# Work request:
Keep to one stretch of the data below, the lines from the one with "from pathlib import Path" up to and including the one with "from scorecard.jsondoc import file_sha256", and return that stretch exactly.

Stored records:

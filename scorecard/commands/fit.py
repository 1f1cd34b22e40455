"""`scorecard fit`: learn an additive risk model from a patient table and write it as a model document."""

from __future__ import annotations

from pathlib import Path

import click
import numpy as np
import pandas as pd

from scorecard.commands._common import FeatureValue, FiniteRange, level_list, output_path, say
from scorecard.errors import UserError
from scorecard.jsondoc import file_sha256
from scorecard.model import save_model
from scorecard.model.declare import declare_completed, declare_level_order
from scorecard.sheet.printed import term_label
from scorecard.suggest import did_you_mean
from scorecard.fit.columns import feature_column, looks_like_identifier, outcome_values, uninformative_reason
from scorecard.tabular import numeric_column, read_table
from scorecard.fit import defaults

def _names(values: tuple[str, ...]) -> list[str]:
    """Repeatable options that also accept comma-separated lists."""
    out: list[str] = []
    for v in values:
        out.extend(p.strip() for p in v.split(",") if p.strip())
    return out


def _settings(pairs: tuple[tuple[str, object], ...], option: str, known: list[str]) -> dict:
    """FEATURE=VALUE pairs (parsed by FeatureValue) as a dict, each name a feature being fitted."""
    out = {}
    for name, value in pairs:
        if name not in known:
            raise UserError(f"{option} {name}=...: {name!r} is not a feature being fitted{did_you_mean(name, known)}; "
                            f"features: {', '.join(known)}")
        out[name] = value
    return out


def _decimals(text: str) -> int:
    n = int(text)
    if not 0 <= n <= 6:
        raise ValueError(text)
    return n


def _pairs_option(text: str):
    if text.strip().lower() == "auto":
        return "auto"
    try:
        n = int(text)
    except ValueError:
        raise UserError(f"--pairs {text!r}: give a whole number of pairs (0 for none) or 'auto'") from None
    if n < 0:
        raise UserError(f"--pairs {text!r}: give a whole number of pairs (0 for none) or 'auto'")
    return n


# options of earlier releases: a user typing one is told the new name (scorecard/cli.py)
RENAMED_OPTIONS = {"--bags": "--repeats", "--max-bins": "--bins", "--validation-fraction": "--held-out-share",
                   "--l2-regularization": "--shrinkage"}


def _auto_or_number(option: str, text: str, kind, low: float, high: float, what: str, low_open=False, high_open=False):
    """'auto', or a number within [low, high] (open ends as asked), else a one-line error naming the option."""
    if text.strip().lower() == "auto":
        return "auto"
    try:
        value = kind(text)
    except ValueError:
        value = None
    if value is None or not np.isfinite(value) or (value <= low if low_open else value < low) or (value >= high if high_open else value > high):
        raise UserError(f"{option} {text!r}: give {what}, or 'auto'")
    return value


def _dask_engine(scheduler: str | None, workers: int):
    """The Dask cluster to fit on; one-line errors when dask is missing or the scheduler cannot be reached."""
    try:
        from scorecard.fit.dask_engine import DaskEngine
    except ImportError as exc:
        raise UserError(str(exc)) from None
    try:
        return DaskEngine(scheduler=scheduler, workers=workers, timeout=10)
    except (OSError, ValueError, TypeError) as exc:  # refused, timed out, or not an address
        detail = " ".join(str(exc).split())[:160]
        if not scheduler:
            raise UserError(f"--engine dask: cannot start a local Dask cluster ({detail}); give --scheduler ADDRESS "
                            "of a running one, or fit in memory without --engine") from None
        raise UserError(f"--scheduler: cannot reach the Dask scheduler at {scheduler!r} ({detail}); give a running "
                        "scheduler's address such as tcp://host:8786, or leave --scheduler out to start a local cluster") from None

--

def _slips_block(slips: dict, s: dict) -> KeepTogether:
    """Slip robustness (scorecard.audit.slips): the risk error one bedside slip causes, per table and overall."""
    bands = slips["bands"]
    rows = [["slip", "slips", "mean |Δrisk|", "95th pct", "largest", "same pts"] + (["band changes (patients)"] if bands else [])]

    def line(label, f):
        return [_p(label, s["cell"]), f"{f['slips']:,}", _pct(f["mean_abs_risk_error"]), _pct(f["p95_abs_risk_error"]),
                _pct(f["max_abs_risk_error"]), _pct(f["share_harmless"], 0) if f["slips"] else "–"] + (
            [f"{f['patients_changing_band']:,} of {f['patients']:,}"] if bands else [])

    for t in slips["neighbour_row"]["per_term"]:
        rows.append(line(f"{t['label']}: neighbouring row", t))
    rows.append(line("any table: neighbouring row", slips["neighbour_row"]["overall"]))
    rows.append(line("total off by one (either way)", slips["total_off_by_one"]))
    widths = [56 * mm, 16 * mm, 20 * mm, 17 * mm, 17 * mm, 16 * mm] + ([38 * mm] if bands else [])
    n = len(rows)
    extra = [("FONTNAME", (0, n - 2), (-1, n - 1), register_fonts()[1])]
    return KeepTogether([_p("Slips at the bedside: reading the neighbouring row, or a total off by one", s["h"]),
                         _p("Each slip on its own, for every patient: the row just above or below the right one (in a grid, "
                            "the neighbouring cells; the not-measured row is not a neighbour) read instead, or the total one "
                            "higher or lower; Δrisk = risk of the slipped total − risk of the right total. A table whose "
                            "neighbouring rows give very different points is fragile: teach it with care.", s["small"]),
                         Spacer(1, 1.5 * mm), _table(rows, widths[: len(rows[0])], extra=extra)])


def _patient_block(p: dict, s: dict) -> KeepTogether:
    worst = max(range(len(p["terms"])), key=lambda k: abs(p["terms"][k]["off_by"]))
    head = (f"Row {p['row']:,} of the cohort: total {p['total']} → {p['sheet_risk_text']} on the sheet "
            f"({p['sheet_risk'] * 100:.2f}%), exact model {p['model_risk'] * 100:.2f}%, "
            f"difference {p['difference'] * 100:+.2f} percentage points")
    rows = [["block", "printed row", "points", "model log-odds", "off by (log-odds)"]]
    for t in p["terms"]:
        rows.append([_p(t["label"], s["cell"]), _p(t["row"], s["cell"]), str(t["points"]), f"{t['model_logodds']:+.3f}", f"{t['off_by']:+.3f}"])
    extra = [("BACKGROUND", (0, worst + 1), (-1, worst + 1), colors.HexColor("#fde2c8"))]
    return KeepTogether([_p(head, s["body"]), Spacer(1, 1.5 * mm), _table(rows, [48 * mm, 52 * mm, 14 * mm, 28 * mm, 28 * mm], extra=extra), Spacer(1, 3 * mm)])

# Expected output:
from pathlib import Path

import click
import numpy as np
import pandas as pd

from scorecard.commands._common import FeatureValue, FiniteRange, level_list, output_path, say
from scorecard.errors import UserError
from scorecard.jsondoc import file_sha256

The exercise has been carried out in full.